Copy the records below word for word. Stop after the line that contains "Value (*value)(const Computed&);".

--- START ---

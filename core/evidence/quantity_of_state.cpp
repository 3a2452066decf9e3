// SPDX-License-Identifier: GPL-3.0-or-later
#include "core/evidence/quantity.h"
#include "core/stress/circle.h"

#include <algorithm>
#include <array>
#include <cmath>

namespace planewright {

namespace {

struct Computed {
  PlaneStress stress;
  std::optional<PlaneStress> turned;
  Circle circle;
};
using Value = std::optional<double>;

Value degrees(const std::optional<NormalAngle>& normal) {
  return normal ? Value(normal->value.degrees()) : std::nullopt;
}

/// What a word means and how it follows; none where the state or its inputs do not have it.
struct Word {
  std::string_view word;
  Value (*value)(const Computed&);
  bool isAngle = false;
};
constexpr std::array words = {
    Word{"sxp", [](const Computed& c) { return c.turned ? Value(c.turned->sx) : std::nullopt; }},
    Word{"syp", [](const Computed& c) { return c.turned ? Value(c.turned->sy) : std::nullopt; }},
    Word{"txyp", [](const Computed& c) { return c.turned ? Value(c.turned->txy) : std::nullopt; }},
    Word{"s1", [](const Computed& c) { return Value(c.circle.s1); }},
    Word{"s2", [](const Computed& c) { return Value(c.circle.s2); }},
    Word{"tmax", [](const Computed& c) { return Value(c.circle.radius); }},
    Word{"tabs", [](const Computed& c) { return Value(c.circle.tauAbsMax); }},
    Word{"savg", [](const Computed& c) { return Value(c.circle.mean); }},
    Word{"txy", [](const Computed& c) { return Value(c.stress.txy); }},
    Word{"thp1", [](const Computed& c) { return degrees(c.circle.theta1); }, true},
    Word{"thp2", [](const Computed& c) { return degrees(c.circle.theta2()); }, true},
    Word{"ths", [](const Computed& c) { return degrees(c.circle.thetaTauMax); }, true}};

/// Where s1 is given in place of txy, txy = sqrt((s1 - sx)(s1 - sy)), from s1 as a root of
/// (s - sx)(s - sy) = txy^2 (common practice, no source).
std::optional<PlaneStress> stressIn(const CheckInputs& inputs) {
  const auto sx = inputs.number("sx");
  const auto sy = inputs.number("sy");
  const auto txy = inputs.number("txy");
  const auto s1 = inputs.number("s1");
  if (!sx || !sy || (!txy && !s1))
    return std::nullopt;
  return PlaneStress{*sx, *sy, txy ? *txy : std::sqrt((*s1 - *sx) * (*s1 - *sy))};
}

} // namespace

Result<Quantity> quantityOfState(const CheckInputs& inputs, std::string_view word) {
  const std::optional<PlaneStress> stress = stressIn(inputs);
  if (!stress)
    return tl::unexpected(
        Problem{{}, 0, 0, {}, PW_TEXT("Check", "These inputs make no state of stress."), {}});
  Computed computed{*stress, std::nullopt, circleOf(*stress)};
  if (const std::optional<double> theta = inputs.number("theta"))
    computed.turned = inTurnedAxes(*stress, Angle::fromDegrees(*theta));
  const auto row = std::ranges::find(words, word, &Word::word);
  const Value value = row == words.end() ? std::nullopt : row->value(computed);
  if (!value)
    return tl::unexpected(Problem{{},
                                  0,
                                  0,
                                  std::string(word),
                                  PW_TEXT("Check", "This quantity does not follow from these inputs."),
                                  {}});
  return Quantity{*value, row->isAngle, row->isAngle ? 180 : scaleOf(*stress)};
}

} // namespace planewright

--- END ---

Exercise answer
filename core/evidence/quantity_of_state.cpp
repository 3a2452066decf9e3
// SPDX-License-Identifier: GPL-3.0-or-later
#include "core/evidence/quantity.h"
#include "core/stress/circle.h"

#include <algorithm>
#include <array>
#include <cmath>

namespace planewright {

namespace {

struct Computed {
  PlaneStress stress;
  std::optional<PlaneStress> turned;
  Circle circle;
};
using Value = std::optional<double>;

Value degrees(const std::optional<NormalAngle>& normal) {
  return normal ? Value(normal->value.degrees()) : std::nullopt;
}

/// What a word means and how it follows; none where the state or its inputs do not have it.
struct Word {
  std::string_view word;
  Value (*value)(const Computed&);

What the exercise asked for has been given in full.